Hamid Kazemi, Atoosa Chegini, Jonas Geiping, Soheil Feizi, Tom Goldstein
TL;DR
This work uses CLIP inversion to probe what CLIP embeddings encode by generating images whose embeddings align with textual prompts via the objective $ \max_{x} \cos\big(V(A(x)), T(p)\big) + Reg(x)$, with augmentations and regularizers $Reg(x) = \alpha \text{TV}(x) + \beta \|x\|_1$. The authors show that CLIP inversions can blend concepts, reveal biases (notably gender and associations with NSFW content, especially for certain celebrity prompts), and improve with larger training data scales. They demonstrate that benign prompts can yield NSFW imagery and that neutral prompts can bias toward a particular gender, raising concerns about embedding usage in text-to-image systems. The findings underscore the importance of careful data curation and content filtering in CLIP-based pipelines and highlight potential safety and fairness issues in multimodal representations derived from web-scale data.
Abstract
We employ an inversion-based approach to examine CLIP models. Our examination reveals that inverting CLIP models results in the generation of images that exhibit semantic alignment with the specified target prompts.
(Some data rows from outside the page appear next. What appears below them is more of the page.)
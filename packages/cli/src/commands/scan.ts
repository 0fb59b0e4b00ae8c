import type { Command } from "commander";
import { mkdirSync } from "node:fs";
import {
  analyseCoincidences,
  siteByName,
  siteCatalogue,
  type Coincidence,
  type Detector,
  type SingleSiteCandidate,
  type StrainSource,
  loadFftBackends,
  openStrain,
  psdModelFromSpec,
  resolveFftBackend,
  searchSource,
  writeFileAtomic,
  type Candidate,
  type PsdSource,
  type SearchSummary,
  journalPathFor,
  parseShardSpec,
  startScanRun,
  runSummaryRecord,
} from "@chirpsieve/core";
import { UsageError } from "../errors.js";
import { checkOutputDirectory, checkOutputFile, strainInputPaths } from "../outputPath.js";
import { parseNumberFlag, parseRateFlag, parseRangeFlag } from "../options.js";
import { createProgress } from "../progress.js";
import { addSearchOptions, parseSearchFlags, resolveTemplates, type SearchFlags } from "../searchFlags.js";
import {
  CANDIDATE_CAUTION,
  candidateRecord,
  chooseCandidateFormat,
  renderCandidates,
  type CandidateFormat,
  formatCoincidencesCsv,
  formatCoincidencesTable,
} from "../candidateFormat.js";
import { VERSION } from "../version.js";

interface ScanFlags extends SearchFlags {
  shard?: string;
  shardBy: string;
  resume?: boolean;
  massRange?: string;
  out?: string;
  format?: string;
  json?: boolean;
  plot?: string;
  quiet?: boolean;
  skipBadData?: boolean;
  rate?: string;
  start?: string;
  dataset?: string;
  site: string[];
  sites?: string;
  timingTolerance: string;
  slideStep: string;
  slides: string;
}

function collect(value: string, previous: string[]): string[] {
  return [...previous, value];
}

/** Registers `chirpsieve scan <strain-file>...`: the matched-filter search. */
export function registerScan(program: Command): void {
  const cmd = program
    .command("scan")
    .description(
      "Search strain files for inspiral chirps with a TaylorF2 template bank and report SNR peaks with " +
        "chirp mass and coalescence time. Reported peaks are candidates, not detections.",
    )
    .argument("[strain-file...]", "strain files (.f32/.f64 with a .json sidecar, .txt/.dat/.csv, .h5/.hdf5)");
  addSearchOptions(cmd, { fmin: "20" })
    .option("--mass-range <min:max>", "component-mass range of a bank built on the fly (solar masses)")
    .option("--noise-curve <name|file>", "use a known noise curve (dis2001, ajith2011, flat, flat:LEVEL, or a two-column table) instead of estimating the PSD")
    .option("--segment <s>", "analysis segment length (s, rounded up to a power of two samples); default from the longest template")
    .option("--out <file>", "write candidates to this file (format from --format or the extension: .jsonl, .csv, .txt)")
    .option("--format <fmt>", "table, jsonl or csv (default: table on a terminal, jsonl otherwise)")
    .option("--json", "same as --format jsonl to stdout")
    .option("--plot <dir>", "write SVG plots of the SNR around the loudest candidates and of the PSD into this directory")
    .option("--skip-bad-data", "skip (and report) segments with non-finite or corrupt (over 1e8 times the median) samples instead of stopping")
    .option("--rate <Hz>", "sample rate for one-column text files or HDF5 files without one")
    .option("--start <s>", "start time for one-column text files or HDF5 files without one")
    .option("--dataset <path>", "HDF5 dataset holding the strain")
    .option("--site <name=file>", "strain of one detector site (repeat for each site): coincidences and time-slide false-alarm rates", collect, [])
    .option("--sites <file>", "JSON file of extra site definitions (see `chirpsieve sites`)")
    .option("--timing-tolerance <s>", "added to the light-travel time between sites for a coincidence", "0.005")
    .option("--slide-step <s>", "time-slide step for the background", "7")
    .option("--slides <n>", "time slides on each side of zero (capped by the data length)", "100")
    .option("--shard <I/N>", "scan only piece I of N (0-based) and write it for `chirpsieve merge`; auto/N takes I from SLURM_ARRAY_TASK_ID or JOB_COMPLETION_INDEX")
    .option("--shard-by <how>", "split the work by templates, time or both", "both")
    .option("--resume", "keep a journal beside --out and continue a killed scan rerun with the same arguments")
    .option("--quiet", "no progress bar")
    .action(async (files: string[], flags: ScanFlags, cmd: Command) => {
      await runScan(files, flags, cmd);
    });
}

async function runScan(positional: string[], flags: ScanFlags, cmd: Command): Promise<void> {
  const network = parseSiteFlags(flags);
  if (network.length > 0 && positional.length > 0) {
    throw new UsageError("give strain files either as arguments or with --site NAME=FILE, not both");
  }
  const files = network.length > 0 ? network.map((s) => s.file) : positional;
  if (files.length === 0) throw new UsageError("no strain file given (pass files, or --site NAME=FILE for each site)");
  const coincidenceOptions = network.length > 0 ? {
    timingToleranceSeconds: parseNumberFlag("--timing-tolerance", flags.timingTolerance, { min: 0 }),
    slideStepSeconds: parseNumberFlag("--slide-step", flags.slideStep, { min: 0, minExclusive: true }),
    slidesPerSide: parseNumberFlag("--slides", flags.slides, { min: 0, integer: true }),
  } : undefined;
  const { fMinHz: fMinFlag, snrThreshold, chi2Bins, chi2Allowance, clusterWindowSeconds, psdSegmentSeconds, psdAverage, segmentSeconds, fftChoice, threads } = parseSearchFlags(flags);
  const format = chooseCandidateFormat(flags);
  // A shard creates its output directory itself (every task of a job array may race to do so).
  if (flags.out && !flags.shard) checkOutputFile("--out", flags.out, [...strainInputPaths(files), ...(flags.bank ? [flags.bank] : []), ...(flags.sites ? [flags.sites] : [])]);
  if (flags.plot) checkOutputDirectory("--plot", flags.plot);
  const rate = flags.rate === undefined ? undefined : parseRateFlag("--rate", flags.rate);
  const start = flags.start === undefined ? undefined : parseNumberFlag("--start", flags.start);
  if (flags.bank && flags.massRange) throw new UsageError("--bank and --mass-range: give one, not both");
  if (!flags.bank && !flags.massRange) throw new UsageError("--mass-range or --bank: one is needed to know which templates to use");
  const shard = flags.shard === undefined ? undefined : parseShardSpec(flags.shard, flags.shardBy, process.env);
  if ((shard || flags.resume) && !flags.out) throw new UsageError(`${shard ? "--shard" : "--resume"}: needs --out (its records and journal are kept beside it)`);
  if (shard && network.length > 0) throw new UsageError("--shard: not available with --site (coincidences need every site's whole scan)");

  const psd: PsdSource = flags.noiseCurve
    ? { kind: "model", model: psdModelFromSpec(flags.noiseCurve) }
    : { kind: "estimate", segmentSeconds: psdSegmentSeconds, average: psdAverage };

  const massRangeSolar = flags.massRange === undefined ? undefined : parseRangeFlag("--mass-range", flags.massRange);
  const { templates, description: bankDescription, fMinHz } = resolveTemplates(flags, massRangeSolar, fMinFlag, cmd.getOptionValueSource("fmin") === "cli");

  await loadFftBackends();
  const fftBackend = resolveFftBackend(fftChoice);
  const sources: StrainSource[] = [];
  for (const f of files) {
    sources.push(await openStrain(f, { rate, start, dataset: flags.dataset, nonFinite: flags.skipBadData ? "allow" : "error" }));
  }
  const searchOptions = { templates, fMinHz, snrThreshold, chi2Bins, chi2Allowance, clusterWindowSeconds, psd, segmentSeconds, fftBackend, skipNonFinite: !!flags.skipBadData };
  const run = shard || flags.resume
    ? await startScanRun({
        version: VERSION, inputs: sources, options: searchOptions, shard,
        journalPath: flags.resume ? journalPathFor(flags.out!) : undefined,
        arguments: { bank: bankDescription, rate, start, dataset: flags.dataset },
      })
    : undefined;
  const progress = createProgress(!flags.quiet, "scan");
  const candidates: Candidate[] = [];
  const summaries: SearchSummary[] = [];
  const wallStart = performance.now();
  try {
    for (const [i, source] of sources.entries()) {
      const r = await searchSource(source, {
        ...searchOptions,
        threads, // not part of the run id: results do not depend on it
        onProgress: (done, total) => progress.update(i, sources.length, done, total),
        segmentHook: run?.hook(i),
      });
      for (const c of r.candidates) candidates.push(c);
      summaries.push(r.summary);
    }
  } finally {
    progress.stop();
    for (const s of sources) await s.close();
    run?.close();
  }
  if (run && shard) {
    run.writeShard(flags.out!, Math.max(1, ...summaries.map((sm) => sm.threads)));
    run.finish();
    if (!flags.quiet) process.stderr.write(`chirpsieve: shard ${shard.index}/${shard.count} written to ${flags.out}; merge the ${shard.count} shards with \`chirpsieve merge\`\n`);
    return;
  }
  // A resumed run: its result and seconds come from every segment's record, journaled or new.
  const merged = run?.result();
  if (merged) {
    candidates.splice(0, candidates.length, ...merged.candidates);
    merged.perInput.forEach((p, i) => Object.assign(summaries[i], { analysedSeconds: p.analysedSeconds, skippedSeconds: p.skippedSeconds, skipped: p.skipped }));
  }
  const summary = runSummaryRecord({
    inputs: summaries,
    templates: templates.length,
    bank: bankDescription,
    candidates: candidates.length,
    minSnr: snrThreshold,
    chi2Allowance,
    fMinHz,
    psd: psd.kind === "model" ? psd.model.name : `welch-${psd.average}-${psdSegmentSeconds}s`,
    fftBackend,
    wallSeconds: (performance.now() - wallStart) / 1000,
    caution: CANDIDATE_CAUTION,
  });

  let text: string;
  if (network.length > 0) {
    const byFile = new Map(summaries.map((sm) => [sm.file, sm]));
    const result = analyseCoincidences(
      network.map((site, i) => {
        const src = sources[i];
        return {
          detector: site.detector,
          candidates: candidates.filter((c) => c.file === site.file),
          analysedSeconds: byFile.get(site.file)?.analysedSeconds ?? 0,
          startTime: src.startTime,
          endTime: src.startTime + src.length / src.sampleRate,
        };
      }),
      { ...coincidenceOptions, clusterWindowSeconds },
    );
    summary.sites = network.map((s) => ({ name: s.name, file: s.file }));
    summary.coincidences = result.coincidences.length;
    summary.background = result.summary;
    text = renderNetwork(format, result.coincidences, result.singles, summary);
  } else {
    text = renderCandidates(format, candidates, summary);
  }
  if (flags.out) writeFileAtomic(flags.out, text);
  else process.stdout.write(text);
  run?.finish();
  if (flags.out && !flags.quiet) {
    process.stderr.write(`chirpsieve: ${candidates.length} candidate(s) written to ${flags.out}\n`);
  }
  if (flags.plot) {
    mkdirSync(flags.plot, { recursive: true });
    const { writeScanPlots } = await import("../scanPlots.js");
    await writeScanPlots(flags.plot, sources.length ? files : [], candidates, {
      templates, fMinHz, snrThreshold, chi2Bins, chi2Allowance, clusterWindowSeconds, psd, segmentSeconds, fftBackend,
      open: (f) => openStrain(f, { rate, start, dataset: flags.dataset, nonFinite: flags.skipBadData ? "allow" : "error" }),
    });
  }
}


interface NetworkSite {
  name: string;
  file: string;
  detector: Detector;
}

/** `--site NAME=FILE` flags resolved against the built-in and --sites catalogue. */
function parseSiteFlags(flags: ScanFlags): NetworkSite[] {
  if (flags.site.length === 0) {
    if (flags.sites) throw new UsageError("--sites: only used with --site NAME=FILE");
    return [];
  }
  const catalogue = siteCatalogue(flags.sites);
  const out: NetworkSite[] = [];
  for (const spec of flags.site) {
    const eq = spec.indexOf("=");
    if (eq <= 0 || eq === spec.length - 1) throw new UsageError(`--site: expected NAME=FILE (got "${spec}")`);
    const name = spec.slice(0, eq);
    if (out.some((s) => s.name === name)) throw new UsageError(`--site: site "${name}" given twice`);
    let site;
    try {
      site = siteByName(name, catalogue);
    } catch (err) {
      throw new UsageError(`--site: ${(err as Error).message}`);
    }
    out.push({ name, file: spec.slice(eq + 1), detector: site.detector });
  }
  if (out.length < 2) throw new UsageError("--site: coincidence needs at least two sites");
  return out;
}

function renderNetwork(
  format: CandidateFormat,
  coincidences: Coincidence[],
  singles: SingleSiteCandidate[],
  summary: Record<string, unknown>,
): string {
  if (format === "jsonl") {
    const lines = [
      ...coincidences.map((c) => JSON.stringify({ type: "coincidence", ...c })),
      ...singles.map((c) => JSON.stringify({ ...candidateRecord(c), type: "single", falseAlarmRatePerYear: c.falseAlarmRatePerYear, falseAlarmRateIsUpperLimit: c.falseAlarmRateIsUpperLimit, falseAlarmProbability: c.falseAlarmProbability, falseAlarmRateSource: c.falseAlarmRateSource })),
      JSON.stringify(summary),
    ];
    return lines.join("\n") + "\n";
  }
  if (format === "csv") return formatCoincidencesCsv(coincidences);
  return formatCoincidencesTable(coincidences, singles.length, summary);
}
We leverage these inverted images to gain insights into various aspects of CLIP models, such as their ability to blend concepts and inclusion of gender biases. We notably observe instances of NSFW (Not Safe For Work) images during model inversion. This phenomenon occurs even for semantically innocuous prompts, like "a beautiful landscape," as well as for prompts involving the names of celebrities.